I have an 25 year old Bianchi with a 6 speed Shimano freewheel and I was wondering if there would be any problems involved if I convert the freewheel to 7 speed. I also plan to change out the rear dérailleur as well as the shifters. Common sense tells me I should be OK but my experience with 6 speeds is lacking.

Thanks guys.


----------



## robert_shawn (Oct 5, 2005)

It should work just fine. I did the same thing with one of my bikes when I got a good deal on a set of DA 7 Speed tubular wheels. I only swaped out the chain and shifters since I already had a DA SIS derailler. IIRC, there was no major differneces between the 6 Speed and 7 Speed SIS deraillers.

Shawn


----------



## MR_GRUMPY (Aug 21, 2002)

Six and 99.9% of seven speed freewheels use the same 126mm hub spacing. You will need a seven speed chain because the spacing between the seven speed cogs is narrower.


----------



## Kerry Irons (Feb 25, 2002)

*Index?*



chas0039 said:


> I have an 25 year old Bianchi with a 6 speed Shimano freewheel and I was wondering if there would be any problems involved if I convert the freewheel to 7 speed. I also plan to change out the rear dérailleur as well as the shifters. Common sense tells me I should be OK but my experience with 6 speeds is lacking.

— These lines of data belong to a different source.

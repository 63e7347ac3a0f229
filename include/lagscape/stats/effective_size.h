#pragma once
#include "lagscape/stats/ar_model.h"
#include "lagscape/stats/pair_counts.h"

namespace lagscape {

/// Effective sizes of a record with gaps, clipped to [2, m].
struct EffectiveSizes {
  double mean = 0;      ///< m^2 / (m + 2 sum nu_k rho_k): for a complete record the exact finite-n expression
  double variance = 0;  ///< the same with rho_k^2
};
/// rho: the model's autocorrelations, summed until |rho_k| < 1e-6. [Bayley & Hammersley 1946; gaps: pair counts nu_k]
[[nodiscard]] EffectiveSizes effective_sizes(const ArModel& model, PairCounts& pairs, double values);

/// Independent values for a trend under AR(1) noise: m (1-f)/(1+f) / I, clipped to [2, m];
/// I = ([m + 2 sum nu_k f^k]/m) / ([n + 2 sum (n-k) f^k]/n) allows for gaps (1 for a complete record of n = m steps).
/// [Santer et al. 2000, J. Geophys. Res. 105:7337; gap factor checked by simulation]
[[nodiscard]] double effective_size_for_trend(double lag1, PairCounts& pairs, double values, double span);

}  // namespace lagscape
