/// Names that other variables use as coordinates, bounds or mappings: no data of their own.
std::set<std::string> helpers(const NcFile& file, const std::vector<NcVariable>& variables) {
  std::set<std::string> names;
  for (const NcVariable& one : variables) {
    const Attributes attributes = file.attributes(one);
    for (const char* key : {"coordinates", "bounds", "climatology", "grid_mapping"})
      for (const std::string& word : split(text_attribute(attributes, key), ' '))
        names.insert(word.substr(0, word.find(':')));
  }
  return names;
}

std::vector<NcVariable> data_variables(const NcFile& file) {
  const std::vector<NcVariable> all = file.variables();
  const std::set<std::string> aside = helpers(file, all);
  std::vector<NcVariable> data;
  for (const NcVariable& one : all) {
    const bool own_axis = one.dims.size() == 1 && one.name() == one.dims[0].name;
    if (is_number_type(one.type) && !one.dims.empty() && !own_axis && aside.count(one.name()) == 0) data.push_back(one);
  }
  return data;
}

// ---- what to add to a job
// ---------------------------------------------------------------------------------------------

std::string selection_line(const Selection& select) {
  std::vector<std::string> parts;
  for (const auto& [name, value] : select) parts.push_back(fmt::format("{} = {}", name, number_text(value)));
  return fmt::format("select = {{ {} }}", join(parts, ", "));
}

Do you have index or friction shifters? In either case, you probably don't need to replace the rear derailleur unless it is worn out. If friction shifting, you don't need to replace the shifters either.


----------



## FatTireFred (Jan 31, 2005)

Kerry Irons said:


> Do you have index or friction shifters? In either case, you probably don't need to replace the rear derailleur unless it is worn out. If friction shifting, you don't need to replace the shifters either.




were indexed shifters around for 6-spd? can't remember that far back... don't think so


----------



## MR_GRUMPY (Aug 21, 2002)

Yes.
Shimano SIS started with six speed downtube shifters and a six speed uniglide freehub and cassette. (They also sold a six speed freewheel for existing wheels)


----------



## burkeqc (Sep 25, 2006)

The seven speed freehwheel is wider than a six speed, so you likly will have to have to add extra spacers to the axle on the freewheel side. Otherwise, the smallest cog will drag on the dropout. There also is a good possibility you will have to get a longer axle & redish the wheel, depending on the current axle. If you stay with friction, shift levers make little difference. For indexed shifting, the 7 speed shimano (except DA) work with 6-8 speed shimano derailleurs.


----------



## chas0039 (Jun 26, 2007)

I planned to replace the original index shifters as well as the dérailleur due to wear in any case. The new freewheel is longer so I had to stretch the frame just a little and added a single washer. The rest of the new parts are due in today so things look good.


----------



## burkeqc (Sep 25, 2006)

If you had to add only 1 washer, about lilkely about 1mm thick, redishing may not be needed. For every washer you add to the freewheel side, it will move the wheel approx that same distance toward the non freewheel side dropout.


----------